§ **Extracted material**

/**
 * Hostile and extreme inputs, one row each: the command, its input files, the exit code and the
 * error code expected. Every row must end in one clear message (exit 2, a `[code]`, no stack
 * trace) or succeed as stated. Add a row for every new refusal; rows are run in the test process
 * (`runCli` with an in-memory IO), so ceilings are asserted by the refusal, never by timing.
 */
import { describe, it, expect, beforeAll } from 'vitest';
import { mkdirSync } from 'node:fs';
import { dirname, join } from 'node:path';
import { runCli } from '../../src/cli/main.ts';
import { memoryIO } from '../../src/cli/io.ts';
import { tempDir, put } from '../table/helpers.ts';

export interface HostileRow {
  /** What the row tries, in a few words. */
  name: string;
  /** Arguments after `surmise`. */
  args: string[];
  /** Files written in the row's folder first (name → content). */
  files?: Record<string, string>;
  exit: 0 | 2;
  /** The error code printed as `[code]` (rows with exit 0 leave it out). */
  code?: string;
  /** Text the message must contain (optional). */
  says?: string;
}

const XY = 'x,y\n1,2\n2,4\n3,6.5\n4,8\n5,10.1\n6,12\n';
/** An invented table of `cols` columns and `rows` rows. */
const wide = (cols: number, rows: number): string => {
  const lines = [Array.from({ length: cols }, (_, j) => `c${j}`).join(',')];
  for (let i = 0; i < rows; i++) lines.push(Array.from({ length: cols }, (_, j) => ((i * 7919 + j * 104729) % 1000) / 10).join(','));
  return lines.join('\n') + '\n';
};
const sum = (n: number, op: string) => Array.from({ length: n }, () => 'x').join(op);
const aliasBomb =
  'a: &a ["x","x","x","x","x","x","x","x","x"]\n' +
  'b: &b [*a,*a,*a,*a,*a,*a,*a,*a,*a]\nc: &c [*b,*b,*b,*b,*b,*b,*b,*b,*b]\nd: &d [*c,*c,*c,*c,*c,*c,*c,*c,*c]\n' +
  'e: &e [*d,*d,*d,*d,*d,*d,*d,*d,*d]\nf: &f [*e,*e,*e,*e,*e,*e,*e,*e,*e]\ng: [*f,*f,*f,*f,*f,*f,*f,*f,*f]\n' +
  'table: xy.csv\ntarget: y\n';

export const ROWS: HostileRow[] = [
  // ---- existing refusals (kept fixed)
  { name: 'unknown command', args: ['frobnicate'], exit: 2 },
  { name: 'ragged row', args: ['inspect', 'ragged.csv'], files: { 'ragged.csv': 'a,b\n1,2\n3\n' }, exit: 2, code: 'table.raggedRow', says: 'ragged.csv:3' },
  { name: 'missing table file', args: ['inspect', 'nope.csv'], exit: 2, code: 'table.unreadable', says: 'no such file' },
  { name: 'table path is a folder', args: ['inspect', 'dir.csv'], exit: 2, code: 'table.unreadable', says: 'it is a folder' },
  { name: 'unknown column in a term', args: ['fit', 'xy.csv', '--target', 'y', '--terms', 'z'], files: { 'xy.csv': XY }, exit: 2, code: 'expr.unknownColumn', says: "did you mean 'x'" },
  { name: 'unknown rank target', args: ['rank', 'xy.csv', '--target', 'q'], files: { 'xy.csv': XY }, exit: 2, code: 'dataset.unknownColumn' },
  { name: 'bad split spec', args: ['fit', 'xy.csv', '--target', 'y', '--terms', 'x', '--split', 'bogus'], files: { 'xy.csv': XY }, exit: 2, code: 'split.badSpec' },
  { name: 'rhs not positive', args: ['bound', 'xy.csv', '--lhs', 'y', '--rhs', 'x-3'], files: { 'xy.csv': XY }, exit: 2, code: 'bound.badRhs' },
  { name: 'integer option with trailing text', args: ['demo-data', '--seed', '12abc'], exit: 2, code: 'option.badInteger' },
  { name: 'too many search terms', args: ['search', 'xy.csv', '--target', 'y', '--from', 'x', '--max-terms', '9'], files: { 'xy.csv': XY }, exit: 2, code: 'option.tooLarge', says: 'at most 6' },

  // ---- expressions: length and depth
  { name: '3,000-term flat sum', args: ['fit', 'xy.csv', '--target', 'y', '--terms', sum(3000, '+')], files: { 'xy.csv': XY }, exit: 2, code: 'expr.tooDeep', says: 'more than 500' },
  { name: '3,000-term flat product', args: ['bound', 'xy.csv', '--lhs', sum(3000, '*'), '--rhs', 'x'], files: { 'xy.csv': XY }, exit: 2, code: 'expr.tooDeep' },
  { name: '3,000-term sum as a derived column', args: ['inspect', 'xy.csv', '--derive', `s=${sum(3000, '+')}`], files: { 'xy.csv': XY }, exit: 2, code: 'expr.tooDeep' },
  { name: '100 KB expression', args: ['fit', 'xy.csv', '--target', 'y', '--terms', 'x+'.repeat(50_000) + 'x'], files: { 'xy.csv': XY }, exit: 2, code: 'expr.tooLong' },

  // ---- configuration files
  { name: 'YAML alias bomb', args: ['run', 'bomb.yaml'], files: { 'bomb.yaml': aliasBomb, 'xy.csv': XY }, exit: 2, code: 'config.yaml', says: 'bomb.yaml' },
  { name: 'misspelt required key', args: ['run', 'typo.yaml'], files: { 'typo.yaml': 'table: xy.csv\ntaget: y\n', 'xy.csv': XY }, exit: 2, code: 'config.missingKey', says: "did you mean 'target'" },
  { name: 'missing configuration', args: ['run', 'nope.yaml'], exit: 2, code: 'config.unreadable', says: 'no such file' },
  { name: 'configuration path is a folder', args: ['run', 'dir.csv'], exit: 2, code: 'config.unreadable', says: 'it is a folder' },
  { name: 'config count above its ceiling', args: ['run', 'seeds.yaml'], files: { 'seeds.yaml': 'table: xy.csv\ntarget: y\nattribution:\n  seeds: 1000000000\n', 'xy.csv': XY }, exit: 2, code: 'option.tooLarge', says: 'attribution.seeds' },
  { name: 'config search.from names an absent column', args: ['run', 'from.yaml'], files: { 'from.yaml': 'table: xy.csv\ntarget: y\nsearch:\n  target: y\n  from: [x, "my col"]\n', 'xy.csv': XY }, exit: 2, code: 'config.unknownColumn', says: 'search.from[1]' },

  // ---- count options: every one has a ceiling named in the refusal
  { name: 'rank --seeds 1e9', args: ['rank', 'xy.csv', '--target', 'y', '--seeds', '1e9'], files: { 'xy.csv': XY }, exit: 2, code: 'option.tooLarge', says: 'at most 100' },
  { name: 'rank --hidden 100000000', args: ['rank', 'xy.csv', '--target', 'y', '--hidden', '100000000'], files: { 'xy.csv': XY }, exit: 2, code: 'option.tooLarge', says: 'at most 4,096' },
  { name: 'rank --hidden with 40 layers', args: ['rank', 'xy.csv', '--target', 'y', '--hidden', Array(40).fill('2').join(',')], files: { 'xy.csv': XY }, exit: 2, code: 'option.tooLarge', says: 'at most 16' },
  { name: 'rank --epochs 1e12', args: ['rank', 'xy.csv', '--target', 'y', '--epochs', '1e12'], files: { 'xy.csv': XY }, exit: 2, code: 'option.tooLarge' },
  { name: 'rank --folds 1e6', args: ['rank', 'xy.csv', '--target', 'y', '--folds', '1000000'], files: { 'xy.csv': XY }, exit: 2, code: 'option.tooLarge' },
  { name: 'rank --drop-top 1e6', args: ['rank', 'xy.csv', '--target', 'y', '--drop-top', '1000000'], files: { 'xy.csv': XY }, exit: 2, code: 'option.tooLarge' },
  { name: 'rank --workers 1e6', args: ['rank', 'xy.csv', '--target', 'y', '--workers', '1000000'], files: { 'xy.csv': XY }, exit: 2, code: 'option.tooLarge' },
  { name: 'fit --folds 1e6', args: ['fit', 'xy.csv', '--target', 'y', '--terms', 'x', '--folds', '1000000'], files: { 'xy.csv': XY }, exit: 2, code: 'option.tooLarge', says: 'at most 255' },
  { name: 'search --top 1e12', args: ['search', 'xy.csv', '--target', 'y', '--from', 'x', '--top', '1e12'], files: { 'xy.csv': XY }, exit: 2, code: 'option.tooLarge' },
  { name: 'bound --bins 1e9', args: ['bound', 'xy.csv', '--lhs', 'y', '--rhs', 'x', '--bins', '1e9'], files: { 'xy.csv': XY }, exit: 2, code: 'option.tooLarge' },
  { name: 'bound --top 1e9', args: ['bound', 'xy.csv', '--lhs', 'y', '--rhs', 'x', '--top', '1e9'], files: { 'xy.csv': XY }, exit: 2, code: 'option.tooLarge' },

  // ---- knots: diagram sizes (MAX_STRANDS 64, MAX_CROSSINGS 2,000) and every knots generate count option
  { name: 'braid generator 99999999999', args: ['knots', 'k.txt'], files: { 'k.txt': 'a\t99999999999\n' }, exit: 2, code: 'knots.tooLarge', says: 'k.txt:1:3: a: the braid needs 100000000000 strands' },
  { name: 'braid with 1e9 strands', args: ['knots', 'k.txt'], files: { 'k.txt': 'b\t{"strands": 1e9, "word": [1]}\n' }, exit: 2, code: 'knots.tooLarge', says: 'at most 64 strands' },
  { name: 'braid generator 3000', args: ['knots', 'k.txt'], files: { 'k.txt': 'c\t1 3000\n' }, exit: 2, code: 'knots.tooLarge', says: '(generator 3000)' },
  { name: 'braid of 2,001 letters', args: ['knots', 'k.txt'], files: { 'k.txt': `d\t${Array(2001).fill('1').join(' ')}\n` }, exit: 2, code: 'knots.tooLarge', says: 'at most 2000 crossings' },
  { name: 'knots generate braid --count 1e12', args: ['knots', 'generate', 'braid', '--strands', '3', '--length', '10', '--count', '1e12'], exit: 2, code: 'knots.tooLarge', says: 'the ceiling of --count' },
  { name: 'knots generate braid --strands 100', args: ['knots', 'generate', 'braid', '--strands', '100', '--length', '10'], exit: 2, code: 'knots.tooLarge', says: 'at most 64 strands' },
  { name: 'knots generate braid --length 5000', args: ['knots', 'generate', 'braid', '--strands', '3', '--length', '5000'], exit: 2, code: 'knots.tooLarge', says: 'at most 2000 letters' },
  { name: 'knots generate pd --count 2e6', args: ['knots', 'generate', 'pd', '--strands', '3', '--length', '10', '--count', '2000000'], exit: 2, code: 'knots.tooLarge', says: 'at most 1000000' },
  { name: 'knots generate pd --summands 1..500', args: ['knots', 'generate', 'pd', '--strands', '3', '--length', '10', '--summands', '1..500'], exit: 2, code: 'knots.tooLarge', says: 'at most 100 summands' },
  { name: 'knots generate pd --kinks 0..999999', args: ['knots', 'generate', 'pd', '--strands', '3', '--length', '10', '--kinks', '0..999999'], exit: 2, code: 'knots.tooLarge', says: 'at most 2000 kinks' },
  { name: 'knots generate pd past 2,000 crossings', args: ['knots', 'generate', 'pd', '--strands', '3', '--length', '1000', '--summands', '1..3'], exit: 2, code: 'knots.tooLarge', says: 'up to 3003 crossings' },
  { name: 'knots generate twist --twists 0..99999999', args: ['knots', 'generate', 'twist', '--braid', '1 2', '--on', '1..3', '--twists', '0..99999999'], exit: 2, code: 'knots.tooLarge', says: 'the ceiling of --twists' },
  { name: 'knots generate twist past 2,000 crossings', args: ['knots', 'generate', 'twist', '--braid', '1 2', '--on', '1..3', '--twists', '-400..0'], exit: 2, code: 'knots.tooLarge', says: 'up to 2402 crossings' },
  { name: 'knots generate torus --p 2..1000', args: ['knots', 'generate', 'torus', '--p', '2..1000', '--q', '3'], exit: 2, code: 'knots.tooLarge', says: 'the ceiling of --p' },
  { name: 'knots generate torus --q 1..99999', args: ['knots', 'generate', 'torus', '--p', '2..3', '--q', '1..99999'], exit: 2, code: 'knots.tooLarge', says: 'the ceiling of --q' },
  { name: 'knots generate torus past 2,000 crossings', args: ['knots', 'generate', 'torus', '--p', '60..64', '--q', '1..100'], exit: 2, code: 'knots.tooLarge', says: 'up to 6300 crossings' },

  // ---- output folders and files
  { name: 'run --force into a folder of the user\'s files', args: ['run', 'c.yaml', '--force'], files: { 'c.yaml': 'table: xy.csv\ntarget: y\noutput: out\n', 'xy.csv': XY, 'out/notes.txt': 'mine' }, exit: 2, code: 'output.notRunFolder', says: 'notes.txt' },
  { name: 'run --force into a folder with a forged format string', args: ['run', 'c.yaml', '--force'], files: { 'c.yaml': 'table: xy.csv\ntarget: y\noutput: out\n', 'xy.csv': XY, 'out/results.json': '{"format":"surmise-run"}' }, exit: 2, code: 'output.notRunFolder' },
  { name: 'run without --force into an existing folder', args: ['run', 'c.yaml'], files: { 'c.yaml': 'table: xy.csv\ntarget: y\noutput: out\n', 'xy.csv': XY, 'out/notes.txt': 'mine' }, exit: 2, code: 'output.exists' },
  { name: 'knots generate --out over an existing file', args: ['knots', 'generate', 'torus', '--p', '2..3', '--q', '3..5', '--out', 'xy.csv'], files: { 'xy.csv': XY }, exit: 2, code: 'knots.exists' },

  // ---- unclear input
  { name: 'TSV content in a .csv file', args: ['inspect', 'tabs.csv'], files: { 'tabs.csv': 'a\tb\n1\t2\n' }, exit: 2, code: 'table.wrongDelimiter', says: 'read it as TSV' },
  { name: 'a cell of 5 MB with control bytes (note cut and escaped)', args: ['inspect', 'huge.csv'], files: { 'huge.csv': 'a,b\n1,2\n2,' + '\u0007x'.repeat(2_500_000) + '\n3,4\n' }, exit: 0 },
  { name: 'empty column name (named with a note)', args: ['inspect', 'blank.csv'], files: { 'blank.csv': 'a,,c\n1,2,3\n4,5,6\n' }, exit: 0 },
  { name: 'constant target says what the value is', args: ['rank', 'const.csv', '--target', 'y', '--seeds', '1', '--epochs', '1', '--no-progress'], files: { 'const.csv': 'x,y\n' + Array.from({ length: 30 }, (_, i) => `${i},5`).join('\n') + '\n' }, exit: 2, code: 'learn.oneClass', says: 'target value 5' },
  { name: '10,000-column table (correlations capped with a note)', args: ['inspect', 'wide.csv', '--json'], files: { 'wide.csv': wide(10_000, 8) }, exit: 0 },

  // ---- names that are also constants
  { name: 'bare e that is also a column (fit)', args: ['fit', 'econ.csv', '--target', 'y', '--terms', 'e'], files: { 'econ.csv': 'x,e,y\n1,2,3\n2,3,5\n3,4,7\n4,5,9.5\n5,6,11\n' }, exit: 2, code: 'expr.ambiguousName', says: 'write `e`' },
  { name: 'bare pi that is also a column (bound)', args: ['bound', 'pi.csv', '--lhs', 'y', '--rhs', 'pi'], files: { 'pi.csv': 'pi,y\n1,2\n2,3\n' }, exit: 2, code: 'expr.ambiguousName', says: 'write `pi`' },
  { name: 'backquoted e reads the column', args: ['bound', 'econ.csv', '--lhs', 'y', '--rhs', '`e`'], files: { 'econ.csv': 'x,e,y\n1,2,3\n2,3,5\n3,4,7\n4,5,9.5\n5,6,11\n' }, exit: 0 },
];

describe('hostile inputs: one clear line, the right exit code and error code', () => {
  let dir: string;
  beforeAll(() => {
    dir = tempDir('hostile');
  });
  for (const row of ROWS) {
    it(`${row.name}: exit ${row.exit}${row.code ? ` [${row.code}]` : ''}`, async () => {
      const here = join(dir, row.name.replace(/[^A-Za-z0-9]+/g, '-'));
      mkdirSync(here, { recursive: true });
      mkdirSync(join(here, 'dir.csv'), { recursive: true });
      for (const [name, text] of Object.entries(row.files ?? {})) {
        mkdirSync(dirname(join(here, name)), { recursive: true });
        put(here, name, text);
      }
      const io = memoryIO(here);
      const exit = await runCli(row.args, io);
      expect(exit, io.err).toBe(row.exit);
      expect(io.err).not.toMatch(/\n\s+at /); // no stack trace
      expect(io.err).not.toContain('internal error');
      if (row.code) expect(io.err).toContain(`[${row.code}]`);
      if (row.says) expect(io.err).toContain(row.says);
      // a message never runs past a few lines, whatever the input's size, and output never echoes a huge cell
      expect(io.err.length).toBeLessThan(2000);
      expect(io.out.length).toBeLessThan(3_000_000);
      expect(io.out + io.err).not.toMatch(/[\u0000-\u0008\u000b-\u001f]/);
    });
  }
});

§ **Your task**
Restate the listing word for word, but only from its first line through the line with "const wide = (cols: number, rows: number): string", keeping both end lines.

§ **Problem solution**
/**
 * Hostile and extreme inputs, one row each: the command, its input files, the exit code and the
 * error code expected. Every row must end in one clear message (exit 2, a `[code]`, no stack
 * trace) or succeed as stated. Add a row for every new refusal; rows are run in the test process
 * (`runCli` with an in-memory IO), so ceilings are asserted by the refusal, never by timing.
 */
import { describe, it, expect, beforeAll } from 'vitest';
import { mkdirSync } from 'node:fs';
import { dirname, join } from 'node:path';
import { runCli } from '../../src/cli/main.ts';
import { memoryIO } from '../../src/cli/io.ts';
import { tempDir, put } from '../table/helpers.ts';

export interface HostileRow {
  /** What the row tries, in a few words. */
  name: string;
  /** Arguments after `surmise`. */
  args: string[];
  /** Files written in the row's folder first (name → content). */
  files?: Record<string, string>;
  exit: 0 | 2;
  /** The error code printed as `[code]` (rows with exit 0 leave it out). */
  code?: string;
  /** Text the message must contain (optional). */
  says?: string;
}

const XY = 'x,y\n1,2\n2,4\n3,6.5\n4,8\n5,10.1\n6,12\n';
/** An invented table of `cols` columns and `rows` rows. */
const wide = (cols: number, rows: number): string => {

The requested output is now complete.